# Forum Home Renovation Demolition  Bathroom demo - turn of services?

## constipated

Hi guys, 
About to undertake a bathroom reno, and plan to do as much as possible. I've taken samples of the walls, and it's asbestos free so I'm keen to do the demo work myself.  
Obviously in regards to the water, I'll turn it off at the mains and remove the fittings, and cap it off, before I turn the water back on.  
In regards to power, I will turn off the power while I remove the wall linings etc, but can I turn it back on once I'm done with demo work, but before relining? With the way the house is wired up, I don't think I can turn off the power just in the bathroom. I obviously won't have exposed wires showing, but will have the insulated wires showing...I assume this is safe? what is the standard practise in regards to this? 
Cheers

----------


## Pulse

Technically a sparky needs to do it.

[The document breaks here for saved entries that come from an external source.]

'''DXF drawings as profiles, read through ezdxf.

ezdxf is imported only when a drawing is read. Entities of the model space
become segments:

* ``LINE`` a straight line;
* ``ARC`` an exact circular arc (counter-clockwise about its extrusion, so an
  arc drawn with the extrusion pointing down turns clockwise in the plan);
* ``CIRCLE`` a loop of two half-circle arcs;
* ``LWPOLYLINE`` and 2-D ``POLYLINE`` straight lines, and exact arcs where a
  vertex has a bulge (bulge = tan(sweep / 4), positive counter-clockwise;
  radius = chord (1 + bulge²) / (4 |bulge|)); a 3-D polyline lying flat is
  read as lines. The vertices are read into one array (an ``LWPOLYLINE``
  straight from ezdxf's vertex array) and checked all at once; a run of at
  least :data:`POLYLINE_EDGES` straight edges becomes one polyline segment
  (:class:`~revolve.geometry.segments.Polyline`, no object per vertex, its
  place naming the vertices it spans), a shorter run stays lines with their
  exact decimal ends;
* ``SPLINE`` exact curve pieces: on each knot span a B-spline is one
  polynomial (a ratio of two polynomials when it has weights), found here by
  the Cox–de Boor recursion and written as a curve in ``t`` from 0 to 1; a
  degree-1 spline is a polyline. Degrees above :data:`MAX_SPLINE_DEGREE`
  and splines given only by fit points are refused (skipped, with the
  reason), never flattened;
* ``ELLIPSE`` the parametric curve ``centre + major cos t + minor sin t``
  (an ellipse with ratio 1 is a circle and becomes arcs).

Block references (``INSERT``) are expanded: their entities are placed by the
insertion point, scales and rotation (through ezdxf's
``Insert.virtual_entities``), nested references in turn, at most
:data:`MAX_BLOCK_DEPTH` deep.

Entities are then chained end to end: ends closer than the gap tolerance
are joined. Its default (:func:`default_gap_tolerance`) is the larger of
1e-4 of the drawing's size (the diagonal of its extent) and 0.001 in
(0.0254 mm) in the drawing's unit -- the rounding CAD exports commonly
leave -- but never more than 1e-3 of the size. A gap wider than 1e-9 of the size is
closed by moving a straight end (of a line or a polyline) onto the other end,
or, between two arcs or curves, by a short straight line; each such gap is
reported.
Chains that close become loops; ends that meet nothing are refused unless
open chains are allowed (a surface only), with the nearest free end and its
distance in the message. Three or more ends meeting, and a profile crossing
itself after chaining, are refused. Loops and chains not joined to the main
outline (the loop of largest area; loops directly inside it are its holes)
are strays: each is warned about and left out unless asked for
(:func:`revolve.formats.drawings.separate_strays`).

Every number read is checked: finite, and within ±1e15 of the drawing's
unit (:data:`revolve.formats.drawings.MAX_COORDINATE`). Whatever ezdxf
raises on a broken file or entity becomes one :class:`FormatError` line
naming the file (and the entity).

Other entities (text, dimensions, hatches, points...)
are skipped and reported with the reason, as are entities on layers that are
off or frozen, on layers other than the one chosen, exact duplicates, and
entities smaller than the gap tolerance.

The axis: a ``LINE``, ``XLINE`` or ``RAY`` drawn with a centre linetype
(``CENTER``, ``CENTER2``, ``CENTRE``...) or on a layer whose name says axis,
centre or center (or on the layer given as the axis layer) is a centre line,
not part of the profile. Centre lines on one straight line give the axis;
centre lines that disagree are refused unless the axis is given.

Units come from the header variable ``$INSUNITS``; a drawing without one
(0, unitless) is in the unit given, default ``mm``. A unit given that
disagrees with ``$INSUNITS`` is refused.

Examples
--------
>>> bulge_arc((0.0, 0.0), (2.0, 0.0), 1.0).centre     # a half circle, counter-clockwise
(1.0, 0.0)
>>> bulge_arc((0.0, 0.0), (2.0, 0.0), 1.0).clockwise
False
>>> [float(c) for c in bezier_pieces([(0, 0), (1, 2), (2, 0)], [0, 0, 0, 1, 1, 1], 2)[0][2]]
[0.0, 4.0, -4.0]
'''

from __future__ import annotations

import math
import os
from dataclasses import dataclass
from fractions import Fraction
from typing import Any, Dict, List, Optional, Sequence, Tuple

from revolve.errors import FormatError, RevolveError, UnitError
from revolve.formats.document import ProfileDocument
from revolve.formats.drawings import (DrawingReport, GapClosed, Skipped, check_file_size,
                                      MAX_COORDINATE, check_no_crossings, checked_number,
                                      one_line, separate_strays, summarise_paths)
from revolve.formats.values import check_length_unit
from revolve.geometry.profile import Axis, Chain, Loop, Profile
from revolve.geometry.segments import (Arc, Line, Polyline, Where, arc_from_centre,
                                       arc_from_radius, curve_from_expressions)

#: Gap tolerance for chaining, as a fraction of the drawing's size, unless one is given ...
DEFAULT_RELATIVE_TOLERANCE = 1e-4
#: ... but at least this many millimetres (0.001 in), in the drawing's unit ...
DEFAULT_ABSOLUTE_TOLERANCE_MM = 0.0254
#: ... and never more than this fraction of the size.
MAX_DEFAULT_RELATIVE_TOLERANCE = 1e-3
#: The option that sets the gap tolerance, named in messages.
GAP_OPTION = "--gap-tolerance"
#: Gaps up to this fraction of the size are within the engine's own tolerance and not reported.
JOIN_TOLERANCE = 1e-9
#: A bulge this small (sagitta under 2.5e-10 of the chord) is a straight line.
BULGE_STRAIGHT = 1e-9
#: Deepest nesting of block references expanded, and the most entities read.
MAX_BLOCK_DEPTH = 8
MAX_ENTITIES = 100_000
#: Highest spline degree read exactly.
MAX_SPLINE_DEGREE = 5
#: A drawing polyline's run of at least this many straight edges is read as one polyline
#: segment (one array); shorter runs stay lines, each with its exact decimal ends.
POLYLINE_EDGES = 64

They normally switch off the circuits and check they are off and make provision that someone else doesn't turn it on while doing the job. 
The GPOs and switch plates and lights are then removed after removing the wires from the terminals. All exposed wire ends are then terminated with a screw connector and then wrapped in electrical tape. I think it is also good practice to label it live and protect it with a junction box. During demo it is safest to leave the power off or at least the circuits to the bathroom off such that the wires can be physically inspected and to protect from errant crowbars!  
====

----------